Now we have a system in place to ingest, store, query and visualize metrics in a multi-tenant way, we now need a tool to query the capacity and send metrics into Monasca.
Querying Baremetal Capacity
We have created a small CLI tool called os-capacity. It uses os_client_config and cliff to query the Placement API for details about the current cloud capacity and usage. It also uses Nova APIs and Keystone APIs to get hold of useful friendly names for the information that is in placement.
For the Capacity dashboard we use data from two particular CLI calls. Firstly we look at the capacity by calling:
os-capacity resources group +----------------------------------+-------+------+------+-------------+ | Resource Class Groups | Total | Used | Free | Flavors | +----------------------------------+-------+------+------+-------------+ | VCPU:1,MEMORY_MB:512,DISK_GB:20 | 5 | 1 | 4 | my-flavor-1 | | VCPU:2,MEMORY_MB:1024,DISK_GB:40 | 2 | 0 | 2 | my-flavor-2 | +----------------------------------+-------+------+------+-------------+
This tool is currently very focused on baremetal clouds. The flavor mapping is done assuming the flavors should exactly match all the available resources for a given Resource Provider. This is clearly not true for a virtualised scenario. It is also not true in some baremetal clouds, but this works OK for our cloud. Of course, patches welcome :)
Secondly we can look at the usage of the cloud by calling:
os-capacity usages group user --max-width 70 +----------------------+----------------------+----------------------+ | User | Current Usage | Usage Days | +----------------------+----------------------+----------------------+ | 1e6abb726dd04d4eb4b8 | Count:4, | Count:410, | | 94e19c397d5e | DISK_GB:1484, | DISK_GB:152110, | | | MEMORY_MB:524288, | MEMORY_MB:53739520, | | | VCPU:256 | VCPU:26240 | | 4661c3e5f2804696ba26 | Count:1, | Count:3, | | 56b50dbd0f3d | DISK_GB:371, | DISK_GB:1113, | | | MEMORY_MB:131072, | MEMORY_MB:393216, | | | VCPU:64 | VCPU:192 | +----------------------+----------------------+----------------------+
You can also group by project, but in the current SKA cloud all users are in the same project, so grouping by user works best.

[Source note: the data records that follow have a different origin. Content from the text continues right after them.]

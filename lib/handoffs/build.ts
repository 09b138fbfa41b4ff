import { renderToHTMLString } from '@tiptap/static-renderer/pm/html-string';
import { forecastEpisode } from '@/lib/runtime';
import { scriptExtensions } from '@/lib/scripts/extensions';
import { plainTextOf } from '@/lib/scripts/plain-text';
import type { ScriptDoc } from '@/lib/scripts/schemas';
import type { Level, SegmentKind } from '@/lib/segments/schemas';
import type { Camera, Framing, ShotState } from '@/lib/shots/catalog';
import { cautionsFor, needsSafetyReview, type Tool } from '@/lib/safety/tools';
import type { FrameRateId } from '@/lib/timecode';
import { SNAPSHOT_FORMAT, type HandoffSnapshot, type SnapshotClip, type SnapshotDeliverable, type SnapshotSegment } from './snapshot';

// Rows as queries.ts loads them (one statement each), turned into the snapshot. Pure.

export type SnapshotEpisodeInput = { id: string; title: string; premise: string; frameRate: FrameRateId; targetSeconds: number | null; levelLabels: [string, string, string] };
export type SnapshotSegmentInput = {
  id: string;
  kind: SegmentKind;
  level: Level | null;
  title: string;
  script: ScriptDoc | null;
  wordCount: number;
  actionSeconds: number;
  tools: Tool[];
  safetyReviewed: boolean;
};
export type SnapshotShotInput = {
  id: string;
  segmentId: string;
  description: string;
  framing: Framing;
  camera: Camera;
  state: ShotState;
  retakeReason: string | null;
};
export type SnapshotClipInput = SnapshotClip & { segmentId: string; shotId: string | null };

export type SnapshotInput = {
  version: number;
  lockedAt: Date;
  lockedBy: string;
  note: string;
  wordsPerMinute: number;
  episode: SnapshotEpisodeInput;
  /** In running order. */
  segments: SnapshotSegmentInput[];
  /** In shot-list order within each segment. */
  shots: SnapshotShotInput[];
  /** In upload order. */
  clips: SnapshotClipInput[];
  deliverables: SnapshotDeliverable[];
};

export function renderScriptHtml(doc: ScriptDoc | null): string {
  if (!doc || plainTextOf(doc).trim() === '') return '';
  return renderToHTMLString({ content: doc, extensions: scriptExtensions });
}

const clipOf = (c: SnapshotClipInput): SnapshotClip => ({
  id: c.id,
  name: c.name,
  mimeType: c.mimeType,
  sizeBytes: c.sizeBytes,
  durationSeconds: c.durationSeconds,
  frameRate: c.frameRate,
  sha256: c.sha256,
  hasPoster: c.hasPoster,
});

export function buildSnapshot(input: SnapshotInput): HandoffSnapshot {
  const forecast = forecastEpisode(input.segments, input.wordsPerMinute);
  const clipsByShot = new Map<string, SnapshotClip[]>();
  const looseBySegment = new Map<string, SnapshotClip[]>();
  for (const c of input.clips) {
    const [map, key] = c.shotId ? [clipsByShot, c.shotId] : [looseBySegment, c.segmentId];
    map.set(key, [...(map.get(key) ?? []), clipOf(c)]);
  }
  const shotsBySegment = new Map<string, SnapshotShotInput[]>();
  for (const s of input.shots) shotsBySegment.set(s.segmentId, [...(shotsBySegment.get(s.segmentId) ?? []), s]);

  const segments: SnapshotSegment[] = input.segments.map((seg, i) => {
    const f = forecast.segments[i]!;
    return {
      id: seg.id,
      number: i + 1,
      kind: seg.kind,
      level: seg.level,
      levelLabel: seg.level ? input.episode.levelLabels[seg.level - 1]! : null,
      title: seg.title,
      startSeconds: f.startSeconds,
      totalSeconds: f.totalSeconds,
      scriptHtml: renderScriptHtml(seg.script),
      scriptText: seg.script ? plainTextOf(seg.script) : '',
      safety: cautionsFor(seg.tools).map((c) => ({ tool: c.tool, label: c.label, cautions: c.cautions })),
      safetyReviewed: !needsSafetyReview(seg.tools) || seg.safetyReviewed,
      shots: (shotsBySegment.get(seg.id) ?? []).map((sh, n) => ({
        id: sh.id,
        number: n + 1,
        description: sh.description,
        framing: sh.framing,
        camera: sh.camera,
        state: sh.state,
        retakeReason: sh.retakeReason,
        clips: clipsByShot.get(sh.id) ?? [],
      })),
      otherClips: looseBySegment.get(seg.id) ?? [],
    };
  });

  return {
    format: SNAPSHOT_FORMAT,
    version: input.version,
    lockedAt: input.lockedAt.toISOString(),
    lockedBy: input.lockedBy,
    note: input.note,
    episode: {
      id: input.episode.id,
      title: input.episode.title,
      premise: input.episode.premise,
      frameRate: input.episode.frameRate,
      targetSeconds: input.episode.targetSeconds,
      totalSeconds: forecast.totalSeconds,
    },
    segments,
    sponsorDeliverables: input.deliverables,
  };
}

The only additional step is converting the above information into metrics that are fed into Monasca. For now this has also been integrated into the os-capacity tool, by a magic environment variable. Ideally we would feed the json based output of os-capacity into a separate tool that manages sending metrics, but that is a nice task for a rainy day.
What's Next?
Through our project in SKA we are starting to work very closely with CERN. As part of that work we are looking at helping with the CERN prototype of preemptible instances, and looking at many other ways that both the SKA and CERN can work together to help our scientists be even more productive.
The ultimate goal is to deliver private cloud infrastructure for research computing use cases that achieves levels of utilisation comparable to the best examples of well-run conventional research computing clusters. Being able to track available capacity is an important step in that direction.